Design an AWS fine-tuning platform for LLMs
Company: OpenAI
Role: Machine Learning Engineer
Category: ML System Design
Difficulty: hard
Interview Round: Onsite
## Scenario
You need to build a system that lets customers fine-tune their own large language model (LLM) on AWS.
## Task
Design a managed platform where users can:
- Upload datasets (text + optional instruction/response pairs).
- Choose a base model and fine-tuning method (full FT, LoRA/QLoRA, adapters).
- Launch training jobs, monitor progress, and evaluate results.
- Deploy the resulting model behind an inference endpoint.
## Constraints / Requirements
- Multi-tenant isolation and security (VPC, IAM, encryption).

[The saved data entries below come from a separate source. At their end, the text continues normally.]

import { defineConfig } from 'drizzle-kit';

// Only `npm run db:generate` uses this file: it diffs the schema against drizzle/ and writes a new
// migration. Migrations are applied by scripts/db.js with drizzle-orm's migrator.
export default defineConfig({
	dialect: 'mysql',
	schema: './src/lib/server/db/schema/index.ts',
	out: './drizzle',
	casing: 'snake_case'
});
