import type { Config } from 'tailwindcss';

// Padbridge design tokens. Components use these names, never raw hex values.
// panel: dark slate for chrome and text; film: ACF amber for primary actions; glass: teal for
// links and information; bond: green for allowed/valid; open: red for denied/expired;
// superseded: neutral grey for superseded and inactive things.
export default {
	content: ['./src/**/*.{html,svelte,ts,md}', './content/**/*.md'],
	theme: {
		extend: {
			colors: {
				panel: {
					50: '#f4f6f8',
					100: '#e6eaef',
					200: '#cbd3dc',
					300: '#a3b0be',
					400: '#74849a',
					500: '#55657b',
					600: '#425064',
					700: '#343f50',
					800: '#232b37',
					900: '#161c25',
					950: '#0d1118'
				},
				film: {
					50: '#fff8eb',
					100: '#feecc7',
					200: '#fdd68a',
					300: '#fcbb4d',
					400: '#f9a123',
					500: '#e5830b',
					600: '#c26306',
					700: '#9a4609',
					800: '#7d380e',
					900: '#672f0f'
				},
				glass: {
					50: '#effbfa',
					100: '#d5f4f1',
					200: '#aee8e3',
					300: '#78d5ce',
					400: '#43b9b3',
					500: '#299d98',
					600: '#1f7e7b',
					700: '#1d6564',
					800: '#1c5151',
					900: '#1b4444'
				},
				bond: {
					50: '#effaf2',
					100: '#d7f3de',
					200: '#b1e6c1',
					500: '#2f9a55',
					600: '#227d43',
					700: '#1d6338',
					800: '#1a4f2f'
				},
				open: {
					50: '#fdf2f2',
					100: '#fbe1e1',
					200: '#f6c6c6',
					500: '#d43c3c',
					600: '#b82a2a',
					700: '#972424',
					800: '#7c2323'
				},
				superseded: {
					50: '#f6f6f6',
					100: '#e7e7e7',
					300: '#b0b0b0',
					500: '#7a7a7a',
					600: '#636363',
					700: '#4f4f4f'
				}
			},
			fontFamily: {
				sans: [
					'"Atkinson Hyperlegible Next"',
					'"Noto Sans SC"',
					'"Noto Sans KR"',
					'system-ui',
					'sans-serif'
				],
				mono: [
					'"Atkinson Hyperlegible Mono"',
					'"Noto Sans SC"',
					'"Noto Sans KR"',
					'ui-monospace',
					'monospace'
				]
			},
			fontSize: {
				floor: ['1.125rem', { lineHeight: '1.6' }]
			},
			minHeight: { touch: '44px' },
			minWidth: { touch: '44px' }
		}
	}
} satisfies Config;
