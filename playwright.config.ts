import { defineConfig } from '@playwright/test';

// `npm test` builds the app, serves it on the test port and sets TEST_APP_URL.
export default defineConfig({
	testDir: 'tests/e2e',
	fullyParallel: false,
	workers: 1,
	retries: 0,
	timeout: 60_000,
	reporter: [['list']],
	use: {
		baseURL: process.env.TEST_APP_URL ?? 'http://127.0.0.1:3100',
		trace: 'retain-on-failure',
		launchOptions: {
			executablePath: '/usr/bin/chromium',
			args: [
				'--no-sandbox',
				'--headless',
				'--disable-gpu',
				'--disable-background-networking',
				'--disable-component-update',
				'--disable-sync',
				'--no-first-run'
			]
		}
	}
});
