import { json } from '@sveltejs/kit';
import { z } from 'zod';
import { requireApiRole } from '$lib/server/auth/guards';
import { canSeeArchive } from '$lib/server/instructions';
import { searchInstructions } from '$lib/server/search';
import type { RequestHandler } from './$types';

const querySchema = z.object({
	q: z.string().trim().max(100, 'Search for at most 100 characters.'),
	scope: z.enum(['effective', 'all']).default('effective')
});

/** Full-text search: `?q=…&scope=effective|all` (all: drafts and archive, for trainers, quality and admins). */
export const GET: RequestHandler = async (event) => {
	const user = requireApiRole(event);
	const parsed = querySchema.safeParse({
		q: event.url.searchParams.get('q') ?? '',
		scope: event.url.searchParams.get('scope') ?? undefined
	});
	if (!parsed.success)
		return json(
			{
				error: parsed.error.issues[0].message,
				fields: { [String(parsed.error.issues[0].path[0])]: parsed.error.issues[0].message }
			},
			{ status: 400 }
		);
	const { q, scope } = parsed.data;
	if (scope === 'all' && !canSeeArchive(user.roles))
		return json(
			{ error: 'Searching drafts and the archive is for trainers, quality and admins.' },
			{ status: 403 }
		);
	const started = performance.now();
	const results = await searchInstructions(q, scope);
	return json({ q, scope, results, tookMs: Math.round((performance.now() - started) * 10) / 10 });
};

- Cost controls and quotas.
- Support for distributed training and checkpointing.
- Reproducibility (job config, code versioning, dataset versioning).
- Observability (metrics, logs, traces) and failure recovery.
## Deliverables
Architecture, key APIs, training workflow, data management, and evaluation strategy.
Quick Answer: This question evaluates a candidate's competency in designing cloud-native ML platforms for fine-tuning large language models, covering distributed training, multi-tenant security and isolation, cost controls, reproducibility, observability, checkpointing, and deployment workflows.